I wrote a program for comparison ( not working violin ... copy to your computer to run it ), in which I created two loops for (int i = 0; i <= 1000000000; i++ ) and for (int i = 0; i < 1000000001; i++ ) two different ways.

I ran each method 100 times; took the average time and found that the cycle with the operator <= is slower than the operator with < .

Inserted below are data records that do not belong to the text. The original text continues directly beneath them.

DESCRIPTIONS = {
    "alloy": "charge alloy (material key)",
    "charge_mass": "mass of metal per melt",
    "start_temperature": "charge temperature at the start",
    "pouring_temperature": "bath temperature at tapping",
    "cycle_time": "melt cycle time (give this or supply_power)",
    "supply_power": "power available at the supply (give this or cycle_time)",
    "crucible_inner_diameter": "inside diameter of the lining (melt diameter)",
    "lining_thickness": "side lining between melt and coil",
    "floor_thickness": "floor lining under the melt",
    "lining_conductivity": "thermal conductivity of the lining",
    "coil_inner_diameter": "bore of the coil",
    "coil_length": "winding height of the coil",
    "coil_turns": "number of turns",
    "tube_axial_width": "copper tube, size along the axis",
    "tube_radial_depth": "copper tube, radial size",
    "tube_wall": "copper tube wall",
    "coil_temperature": "copper temperature in service",
    "frequency": "operating frequency",
    "frequency_options": "frequencies the supply range offers",
    "max_coil_voltage": "largest coil (tank) voltage of the supply",
    "converter_efficiency": "supply efficiency, mains to coil terminals",
    "supply_margin": "margin on the supply rating",
    "bath_surface": "emissivity condition of the bath surface",
    "open_fraction": "fraction of the cycle the bath radiates to the room (lid off)",
    "ambient_temperature": "room temperature",
    "water_inlet_temperature": "cooling water inlet",
    "water_temperature_rise": "allowed water temperature rise",
    "water_circuits": "parallel water circuits through the coil",
}


@dataclass(frozen=True)
class MeltingInputs:
    """Inputs of a melting-charge job; dimensional fields are strings or quantities with units.

    Give exactly one of `cycle_time` (the power follows) and `supply_power` (the cycle time
    follows).
    """

    alloy: str
    charge_mass: str
    pouring_temperature: str
    crucible_inner_diameter: str
    lining_thickness: str
    coil_inner_diameter: str
    coil_length: str
    coil_turns: int
    frequency: str
    cycle_time: str | None = None
    supply_power: str | None = None
    start_temperature: str = "20 degC"
    floor_thickness: str = "150 mm"
    lining_conductivity: str = "1.5 W/(m*K)"
    tube_axial_width: str = "25 mm"
    tube_radial_depth: str = "20 mm"
    tube_wall: str = "3 mm"
    coil_temperature: str = "40 degC"
    frequency_options: tuple[str, ...] = ()
    max_coil_voltage: str | None = None
    converter_efficiency: float = 0.96
    supply_margin: float = 0.10
    bath_surface: str = "molten"
    open_fraction: float = 1.0
    ambient_temperature: str = "25 degC"
    water_inlet_temperature: str = "25 degC"
    water_temperature_rise: str = "15 delta_degC"
    water_circuits: int = 2

    def to_frame(self) -> pd.DataFrame:
        return input_table(self, DESCRIPTIONS)


@dataclass
class MeltingResult(JobResult):
    """Results of :func:`run_melting` (SI units in the attributes)."""

    inputs: MeltingInputs | None = None
    energy: thermal.EnergyBreakdown | None = None
    bath_height: float = 0.0
    cycle_time: float = 0.0
    melt_rate: float = 0.0
    radiation_loss: float = 0.0
    side_wall_loss: float = 0.0
    floor_loss: float = 0.0
    melt_power: float = 0.0
    coil_input_power: float = 0.0
    supply_power: float = 0.0
    specific_energy: float = 0.0
    theoretical_specific_energy: float = 0.0
    skin_depth: float = 0.0
    diameter_to_skin_depth: float = 0.0
    circuit: hcoil.CoilCircuitResult | None = None
    capacitors: hcoil.CapacitorBank | None = None
    rating: hcoil.SupplyRating | None = None
    cooling: hcoil.CoolingResult | None = None
    frequency_table: pd.DataFrame = field(default_factory=pd.DataFrame)
    wall: thermal.WallConduction | None = None

    @property
    def thermal_losses(self) -> float:
        """Radiation + side wall + floor [W]."""
        return self.radiation_loss + self.side_wall_loss + self.floor_loss

    def summary_rows(self):
        c = self.circuit
        return [
            ("charge", self.inputs.alloy, "text"),
            ("charge mass", self.energy.mass, "mass"),
            ("bath height", self.bath_height, "length"),
            ("cycle time", self.cycle_time / 60.0, "-"),
            ("melt rate", self.melt_rate, "mass_rate"),
            ("theoretical energy", self.energy.total, "energy"),
            ("theoretical specific energy", self.theoretical_specific_energy, "specific_energy"),
            ("radiation loss (open bath)", self.radiation_loss, "power"),
            ("conduction loss, side lining", self.side_wall_loss, "power"),
            ("conduction loss, floor", self.floor_loss, "power"),
            ("power into the melt", self.melt_power, "power"),
            ("coil copper loss", c.copper_loss, "power"),
            ("coil efficiency", c.efficiency, "%"),
            ("power at the coil terminals", self.coil_input_power, "power"),
            ("power from the mains", self.supply_power, "power"),
            ("specific energy at the mains", self.specific_energy, "specific_energy"),
            ("frequency", c.frequency, "frequency"),
            ("skin depth in the melt", self.skin_depth, "length"),
            ("crucible diameter / skin depth", self.diameter_to_skin_depth, "-"),
            ("coil current", c.coil_current, "current"),
            ("coil voltage", c.coil_voltage, "voltage"),
            ("coil power factor", c.power_factor, "-"),
            ("capacitor bank", self.capacitors.reactive_power, "reactive_power"),
            ("supply rating", self.rating.power_rating, "power"),
            ("supply apparent-power rating", self.rating.apparent_power_rating, "apparent_power"),
            ("cooling water", self.cooling.volume_flow, "volume_rate"),
            ("water pressure drop", self.cooling.pressure_drop, "pressure"),
        ]

    def summary(self) -> pd.DataFrame:
        df = super().summary()
        df.loc[df["quantity"] == "cycle time", "value"] = f"{self.cycle_time / 60:.1f} min"
        return df

    def recommendations(self) -> list[str]:
        """Design recommendations in words (frequency, power, coil, time)."""
        c = self.circuit
        best = self.frequency_table.sort_values("rank").iloc[0]
        out = [
            f"Supply: {format_value(self.rating.power_rating, 'power')} at "
            f"{format_value(c.frequency, 'frequency')} (includes the "
            f"{100 * self.rating.margin:.0f} % margin), parallel-compensated with a "
            f"{format_value(self.capacitors.reactive_power, 'reactive_power')} capacitor bank.",
            f"Melt cycle {self.cycle_time / 60:.0f} min for {self.energy.mass:g} kg: "
            f"{format_value(self.melt_rate, 'mass_rate')} at "
            f"{format_value(self.specific_energy, 'specific_energy')} from the mains.",
            f"Coil: {self.inputs.coil_turns} turns, {format_value(c.coil_current, 'current')} "
            f"at {format_value(c.coil_voltage, 'voltage')}; cooling water "
            f"{format_value(self.cooling.volume_flow, 'volume_rate')} in "
            f"{self.cooling.circuits} circuit(s).",
        ]
        if float(best["frequency"]) != c.frequency:
            out.append(
                f"Of the frequencies offered, {format_value(float(best['frequency']), 'frequency')}"
                f" ranks first ({best['reason']})."
            )
        else:
            out.append(f"The chosen frequency ranks first of those offered ({best['reason']}).")
        return out

    def power_flow(self) -> pd.DataFrame:
        """Where the mains power goes, per cycle-average [kW] and share."""
        parts = [
            ("heat, melt and superheat the charge", self.energy.total / self.cycle_time),
            ("radiation from the bath", self.radiation_loss),
            ("conduction through the lining", self.side_wall_loss + self.floor_loss),
            ("coil copper loss", self.circuit.copper_loss),
            ("supply (converter) loss", self.supply_power - self.coil_input_power),
        ]
        df = pd.DataFrame(parts, columns=["destination", "power_W"])
        df["power_kW"] = df["power_W"] / 1e3
        df["share"] = df["power_W"] / self.supply_power
        return df[["destination", "power_kW", "share"]]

I ran the program several times, and <= always took more time. My results (im ms):

3018.73, 2778.22

2816.87, 2760.62

2859.02, 2797.05

My question is: If none are faster, why do I see differences in the results? Is there something wrong with my program?

+6

performance c #

Dumbledore Apr 17 '15 at 14:42

source share

2 answers

First of all, there are many, many reasons to see variations in tests, even when they are done correctly. Here are some of them that come to mind:

Many other processes are simultaneously running on your computer, switching to and from context, etc. The operating system constantly receives and processes interrupts from various input / output devices, etc. All of this can cause the computer to pause for periods of time that overshadow the runtime for the current code that you are testing.
The JIT process can determine when a function is run a certain number of times, and apply additional optimizations to it based on this information. Things like loop reversal can significantly reduce the number of transitions that a program needs to perform, which is significantly more expensive than regular CPU operations. Re-optimizing instructions takes time when this happens for the first time, and then speeds up after that point.
Your equipment is trying to make additional optimizations, such as branch prediction, to ensure the most efficient use of its conveyor. (If he guesses correctly, he can basically pretend that he will do i++ while he waits to check if the comparison < or <= ends, and then discard the result if he finds that it was wrong.) Impact These optimizations depend on many factors, and it’s not easy to predict.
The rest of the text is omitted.